Start of DATA FOR PROCESSING
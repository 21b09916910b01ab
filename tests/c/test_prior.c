/* test_prior.c - transforms of bounded parameters, prior draws against
 * GSL's distribution functions, determinism, and every error reason. */
#include "check.h"
#include "sluice/prior.h"
#include "sluice/rng.h"

#include <float.h>
#include <stdint.h>
#include <stdlib.h>
#include <gsl/gsl_cdf.h>
#include <gsl/gsl_errno.h>
#include <gsl/gsl_randist.h>
#include <gsl/gsl_sf_erf.h>

static int cmp_double(const void *a, const void *b)
{
    double x = *(const double *)a, y = *(const double *)b;
    return (x > y) - (x < y);
}

/* ------------------------------------------------------------------ */
/* Transforms                                                         */
/* ------------------------------------------------------------------ */

static const double zs[] = {-11.3, -7.31, -2.385, -0.713, -3.3e-5, -1e-9, 0.0,
                            3.3e-12, 2.7e-7, 0.4142, 1.917, 5.77, 9.06};
#define NZ (sizeof zs / sizeof zs[0])

static const double fracs[] = {1e-9, 3.1e-5, 0.0137, 0.31831, 0.5, 0.50000007,
                               0.7071, 0.999, 1 - 4.4e-7};
#define NF (sizeof fracs / sizeof fracs[0])

/* Absolute error of z = forward(x) caused by a relative rounding of x and
 * the bounds (dz/dx from differentiating the definitions, common practice). */
static double z_tol(const sl_transform *t, double x, double z)
{
    double scale = fabs(x) + (isfinite(t->lo) ? fabs(t->lo) : 0) +
                   (isfinite(t->hi) ? fabs(t->hi) : 0);
    double slope = 0;
    if (t->kind == SL_TRANSFORM_LOG || t->kind == SL_TRANSFORM_LOGIT)
        slope += 1 / (x - t->lo);
    if (t->kind == SL_TRANSFORM_NEGLOG || t->kind == SL_TRANSFORM_LOGIT)
        slope += 1 / (t->hi - x);
    return 8 * DBL_EPSILON * (scale * slope + fabs(z) + 1e-300);
}

static void check_round_trips(double lo, double hi, const char *what)
{
    sl_transform t = sl_transform_for_bounds(lo, hi);
    size_t i;
    char buf[160];
    for (i = 0; i < NZ; i++) {
        double x = sl_transform_inverse(&t, zs[i]);
        double z = sl_transform_forward(&t, x);
        snprintf(buf, sizeof buf, "%s forward(inverse(%g))", what, zs[i]);
        CHECK_CLOSE(z, zs[i], z_tol(&t, x, z), buf);
    }
    for (i = 0; i < NF; i++) {
        double x, back, f = fracs[i];
        if (t.kind == SL_TRANSFORM_LOGIT)
            x = lo + (hi - lo) * f;
        else if (t.kind == SL_TRANSFORM_LOG)
            x = lo + 1e3 * f;
        else if (t.kind == SL_TRANSFORM_NEGLOG)
            x = hi - 1e3 * f;
        else
            x = -37.7 + 1e3 * f;
        back = sl_transform_inverse(&t, sl_transform_forward(&t, x));
        snprintf(buf, sizeof buf, "%s inverse(forward(%.17g))", what, x);
        CHECK_CLOSE(back, x,
                    16 * DBL_EPSILON * (fabs(x) + (isfinite(lo) ? fabs(lo) : 0) +
                                        (isfinite(hi) ? fabs(hi) : 0)),
                    buf);
    }
}

static void check_inside(double lo, double hi, const char *what)
{
    sl_transform t = sl_transform_for_bounds(lo, hi);
    size_t outside = 0, k;
    double worst = 0;
    static const double extremes[] = {-800, -745.2, -709.8, -40, -1e-300, 0,
                                      1e-300, 37, 709.8, 745.2, 800};
    for (k = 0; k <= 4000; k++) {
        double z = -800 + 0.4 * (double)k;
        double x = sl_transform_inverse(&t, z);
        if (!(x > t.lo && x < t.hi)) {
            outside++;
            worst = z;
        }
    }
    for (k = 0; k < sizeof extremes / sizeof extremes[0]; k++) {
        double x = sl_transform_inverse(&t, extremes[k]);
        if (!(x > t.lo && x < t.hi)) {
            outside++;
            worst = extremes[k];
        }
    }
    CHECK(outside == 0, "%s: %lu inverses not strictly inside (e.g. z = %g)",
          what, (unsigned long)outside, worst);
}

static void test_transforms(void)
{
    sl_transform t;

    /* the kind follows from which bounds are finite */
    t = sl_transform_for_bounds(-INFINITY, INFINITY);
    CHECK(t.kind == SL_TRANSFORM_NONE, "no bounds -> none");
    t = sl_transform_for_bounds(2.385, INFINITY);
    CHECK(t.kind == SL_TRANSFORM_LOG && t.lo == 2.385, "lower bound -> log");
    t = sl_transform_for_bounds(-INFINITY, 7.91);
    CHECK(t.kind == SL_TRANSFORM_NEGLOG && t.hi == 7.91, "upper bound -> neglog");
    t = sl_transform_for_bounds(-1.37, 2.385);
    CHECK(t.kind == SL_TRANSFORM_LOGIT && t.lo == -1.37 && t.hi == 2.385,
          "both bounds -> logit");
    t = sl_transform_for_bounds(NAN, NAN);
    CHECK(t.kind == SL_TRANSFORM_NONE, "NaN bounds count as no bounds");
    t = sl_transform_for_bounds(3.3, 3.3);
    CHECK(t.kind == SL_TRANSFORM_NONE && sl_transform_inverse(&t, 1.25) == 1.25,
          "a single point has no transform: identity");

    /* known values from the definitions in prior.h */
    t = sl_transform_for_bounds(-1.37, 2.385);
    CHECK_CLOSE(sl_transform_forward(&t, -1.37 + 0.25 * 3.755), log(1.0 / 3.0),
                1e-15, "logit at the first quarter = log(1/3)");
    CHECK_CLOSE(sl_transform_inverse(&t, 0.0), 0.5 * (-1.37 + 2.385), 1e-15,
                "logit inverse of 0 = midpoint");
    CHECK_CLOSE(sl_transform_inverse(&t, log(3.0)), -1.37 + 0.75 * 3.755, 4e-15,
                "logit inverse of log 3 = third quarter");
    t = sl_transform_for_bounds(2.385, INFINITY);
    CHECK_CLOSE(sl_transform_forward(&t, 2.385 + 4.41), log(4.41), 1e-15,
                "log transform");
    CHECK_CLOSE(sl_transform_inverse(&t, -1.62), 2.385 + exp(-1.62), 1e-15,
                "log inverse");
    t = sl_transform_for_bounds(-INFINITY, 7.91);
    CHECK_CLOSE(sl_transform_forward(&t, 7.91 - 0.0173), log(0.0173), 1e-13,
                "neglog transform");
    CHECK_CLOSE(sl_transform_inverse(&t, 2.2), 7.91 - exp(2.2), 1e-14,
                "neglog inverse");
    t = sl_transform_for_bounds(-INFINITY, INFINITY);
    CHECK(sl_transform_forward(&t, -4.75) == -4.75 &&
              sl_transform_inverse(&t, 123.5) == 123.5,
          "none is the identity");

    /* near the midpoint z is small and must keep its relative precision:
     * z = log((1/2 + d)/(1/2 - d)) = 2 atanh(2d) on [0, 1] */
    t = sl_transform_for_bounds(0.0, 1.0);
    CHECK_REL(sl_transform_forward(&t, 0.5 + 1e-12), 2 * atanh(2e-12), 1e-4,
              "logit just above the midpoint");
    CHECK(isnan(sl_transform_forward(&t, 1.5)) &&
              isnan(sl_transform_forward(&t, -0.5)),
          "logit forward outside the bounds is NaN");
    CHECK(isnan(sl_transform_inverse(&t, NAN)), "logit inverse of NaN is NaN");

    /* huge intervals: hi - lo overflows, the logistic must not */
    t = sl_transform_for_bounds(-1e308, 1.5e308);
    CHECK_CLOSE(sl_transform_inverse(&t, 0.0), 0.25e308, 1e293,
                "logit inverse of 0 on a huge interval");
    CHECK_CLOSE(sl_transform_forward(&t, 0.25e308), 0.0, 1e-14,
                "logit forward of the midpoint on a huge interval");

    check_round_trips(-1.37, 2.385, "logit [-1.37, 2.385]");
    check_round_trips(0.0, 1.0, "logit [0, 1]");
    check_round_trips(1013.25, 1013.25 + 0.0419, "logit narrow, offset");
    check_round_trips(-6.02e23, 1.6e-19, "logit wide");
    check_round_trips(2.385, INFINITY, "log");
    check_round_trips(-0.713, INFINITY, "log");
    check_round_trips(-INFINITY, 7.91, "neglog");
    check_round_trips(-INFINITY, -1e-3, "neglog");
    check_round_trips(-INFINITY, INFINITY, "none");

    check_inside(-1.37, 2.385, "logit [-1.37, 2.385]");
    check_inside(0.0, 1.0, "logit [0, 1]");
    check_inside(1e15, 1e15 + 4, "logit [1e15, 1e15 + 4]");
    check_inside(2.385, 2.385 + 0x1.0p-40, "logit of width 2^-40");
    check_inside(-1e308, 1.5e308, "logit huge");
    check_inside(-DBL_MAX, DBL_MAX, "logit [-max, max]");
    check_inside(2.385, INFINITY, "log");
    check_inside(-3.3e100, INFINITY, "log far");
    check_inside(-INFINITY, 7.91, "neglog");
    check_inside(-INFINITY, 1e300, "neglog far");
}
End of DATA FOR PROCESSING
> **WORK REQUEST**
With "what" as the string to match, show every line of the entries above that has it.

> **EXERCISE RESPONSE**
static void check_round_trips(double lo, double hi, const char *what)
        snprintf(buf, sizeof buf, "%s forward(inverse(%g))", what, zs[i]);
        snprintf(buf, sizeof buf, "%s inverse(forward(%.17g))", what, x);
static void check_inside(double lo, double hi, const char *what)
          what, (unsigned long)outside, worst);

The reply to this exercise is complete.